Wow.. I just heard the Seahawks won by 3 ? With? 12 man not so hot in seattle Anymore?..


----------



## Marshall (Nov 8, 2013)

2 things that I've observed this season. #1, RG3 will never be a top tier championship caliber QB and 2, Peyton Manning can't throw and complete a pass 20 yards or more down field. Not sure if they'll get to the big game when their dink 'n run pass game gets stuffed.


----------



## kubes (Nov 9, 2013)

I wouldn't count Peyton out... The afc seems pretty week this year compared to the NFC


----------



## Marshall (Nov 10, 2013)

Manning is a genius and knows exactly what to do to move the ball and put points on the board. He just can't throw the ball accurately with zip down the field. I think that's going to bite them in the ass in the playoffs. He's way past his prime, but he's got the dink 'n dunk down to an art and science, so he puts up massive numbers and points. If you could put his finesse and smarts with Matthew Stafford's ability to get the ball down the field, you'd have a perfect QB.


----------



## K1 (Nov 14, 2013)

I'm looking forward to the Sunday night game...I don't care if the Chiefs lose every other game for the rest of the season as long as they win Sunday night...It will shut up all of the shit talkers...I'm looking for the Chiefs to be 10-0 come Monday morning!!


----------



## kubes (Nov 15, 2013)

K1 said:


> I'm looking forward to the Sunday night game...I don't care if the Chiefs lose every other game for the rest of the season as long as they win Sunday night...It will shut up all of the shit talkers...I'm looking for the Chiefs to be 10-0 come Monday morning!!



This will be an interesting game for sure! Really looking forward to watching this one...


----------



## Marshall (Nov 15, 2013)

They have to get Manning on the ground a few times before he can dump it off and snag a turnover or two.


----------



## kubes (Nov 16, 2013)

Marshall said:


> They have to get Manning on the ground a few times before he can dump it off and snag a turnover or two.



This will be kc's test. At the beginning of the season I thought Denver was a lock in the afc but after watching kc rattle off all these wins and Indianapolis knock them off I realize I was wrong


----------



## K1 (Nov 16, 2013)

Marshall said:


> They have to get Manning on the ground a few times before he can dump it off and snag a turnover or two.

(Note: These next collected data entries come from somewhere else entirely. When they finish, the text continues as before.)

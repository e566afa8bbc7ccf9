/** Preallocated output of KernelTable.sample: one value per frequency bin. */
export type KernelSample = {
  /** Ez power per unit intensity, (V/m)^2/Hz per C^2 km^2/s */
  ez: Float64Array;
  /** horizontal magnetic power per unit intensity before coil projection, T^2/Hz per C^2 km^2/s */
  bh: Float64Array;
  /** d ez / d theta, per radian */
  dEz: Float64Array;
  /** d bh / d theta, per radian */
  dBh: Float64Array;
};

export function createKernelSample(n: number): KernelSample {
  return { ez: new Float64Array(n), bh: new Float64Array(n), dEz: new Float64Array(n), dBh: new Float64Array(n) };
}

I believe the defense will do a good job at slowing Manning down. Even if enough to get him scrambling more then he's use to...The best thing I've noticed about the defense this year is their game play in the 4th quarter...As long as they can either keep the scoring low through the first 3 quarters or Smith can actually lead the offense down the field instead of just going through the motions they should be able to some damage.....

I just don't like the fact that they've been given no respect this season...Regardless of the schedule, they are doing things right and are still undefeated, as well as they have finally gotten a strong defense that they haven't seen since Derrick Thomas died.....


----------



## Ironbuilt (Nov 16, 2013)

K1 said:


> I'm looking forward to the Sunday night game...I don't care if the Chiefs lose every other game for the rest of the season as long as they win Sunday night...It will shut up all of the shit talkers...I'm looking for the Chiefs to be 10-0 come Monday morning!!

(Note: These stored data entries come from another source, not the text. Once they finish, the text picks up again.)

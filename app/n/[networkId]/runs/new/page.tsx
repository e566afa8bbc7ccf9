import { pageNetworkAction } from '@/src/auth/pages';
import { listModels, listGrids } from '@/src/runs/catalogue';
import { listStations } from '@/src/data/stations';
import { regionSchema } from '@/src/runs/grid-spec';
import { ButtonLink, EmptyState, Panel } from '@/src/web/ui';
import { RunLauncher } from '@/src/web/runs/RunLauncher';

export const metadata = { title: 'Set up a run · Cavitas' };

export default async function NewRunPage({ params }: { params: Promise<{ networkId: string }> }) {
  const { networkId } = await params;
  await pageNetworkAction(networkId, 'runs.launch');
  const [models, grids, stations] = await Promise.all([listModels(networkId), listGrids(networkId), listStations(networkId)]);
  const withData = stations.filter((s) => s.intervalCount > 0);
  const last =
    withData
      .map((s) => s.lastIntervalAt?.toISOString() ?? '')
      .sort()
      .at(-1) || null;
  const first =
    withData
      .map((s) => s.firstIntervalAt?.toISOString() ?? '')
      .filter(Boolean)
      .sort()
      .at(0) ?? null;
  const missing = !models.length
    ? 'a cavity model'
    : !grids.length
      ? 'a source grid'
      : !withData.length
        ? 'processed station data'
        : null;
  return (
    <Panel
      level={1}
      heading="Set up a run"
      description="Choose data, observables, a cavity model and source regions with bounds; check the preview, then launch. The run continues in the background."
    >
      {missing ? (
        <EmptyState
          title={`This network has no ${missing} yet`}
          action={
            !models.length ? (
              <ButtonLink href={`/n/${networkId}/models/new`} tone="primary">
                Describe a cavity model
              </ButtonLink>
            ) : !grids.length ? (
              <ButtonLink href={`/n/${networkId}/grids/new`} tone="primary">
                Draw a source grid
              </ButtonLink>
            ) : (
              <ButtonLink href={`/n/${networkId}/stations`} tone="primary">
                Go to stations
              </ButtonLink>
            )
          }
        >
          A run needs a cavity model, a source grid with regions, and processed station data.
        </EmptyState>
      ) : (
        <RunLauncher
          networkId={networkId}
          options={{
            models: models.map((m) => ({ id: m.id, name: m.name, version: m.version })),
            grids: grids.map((g) => ({
              id: g.id,
              name: g.name,
              version: g.version,
              regions: g.regions.map((r) => regionSchema.parse(r)),
            })),
            stations: withData.map((s) => ({
              id: s.id,
              code: s.code,
              name: s.name,
              components: s.components.map((c) => c.component),
            })),
            range: { first, last },
          }}
        />
      )}
    </Panel>
  );
}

Dont get your hopes up.. D is comin in hot..lol


----------



## kubes (Nov 16, 2013)

K1 said:


> I believe the defense will do a good job at slowing Manning down. Even if enough to get him scrambling more then he's use to...The best thing I've noticed about the defense this year is their game play in the 4th quarter...As long as they can either keep the scoring low through the first 3 quarters or Smith can actually lead the offense down the field instead of just going through the motions they should be able to some damage.....
> 
> I just don't like the fact that they've been given no respect this season...Regardless of the schedule, they are doing things right and are still undefeated, as well as they have finally gotten a strong defense that they haven't seen since Derrick Thomas died.....



The thing is smith will get his respect if he finishes the season strong. I think a lot of people are concerned about him because of the way he performed in SF.


----------



## Ironbuilt (Nov 18, 2013)

Go seahawks!!    Lol   well kc tried k1.


----------



## Phoe2006 (Nov 18, 2013)

Thats what I'm talking about I stayed up late to watch the rest of the broncos chiefs game


----------



## kubes (Nov 18, 2013)

I am not a fan of either team but KC will get the opportunity to redeem themselves in a couple weeks at home


----------



## Ironbuilt (Nov 19, 2013)

Where's k1 ? Lol.. No more hail the chiefs?


----------



## Marshall (Nov 19, 2013)

Chiefs offense was weak. Gotta power the football and control the line of scrimmage the way that team's built and at least what I watched of the first half, they weren't up to the challenge.

Things are always different in January though, we'll see how it goes.


----------



## K1 (Nov 24, 2013)

Ironbuilt said:


> Where's k1 ? Lol.. No more hail the chiefs?



They may have lost and like Marshall said their offense was weak but they still kept Manning in check most of the game without getting any sacks...The Broncos didn't blow them out in any stretch of the imagination like people were claiming was going to happen and they held them to their lowest point total this season.....

They were in that game until the very end and I blame the loss on Alex Smith...He did prove what people have been saying that he's not a clutch quarterback and is nothing but a game manager.....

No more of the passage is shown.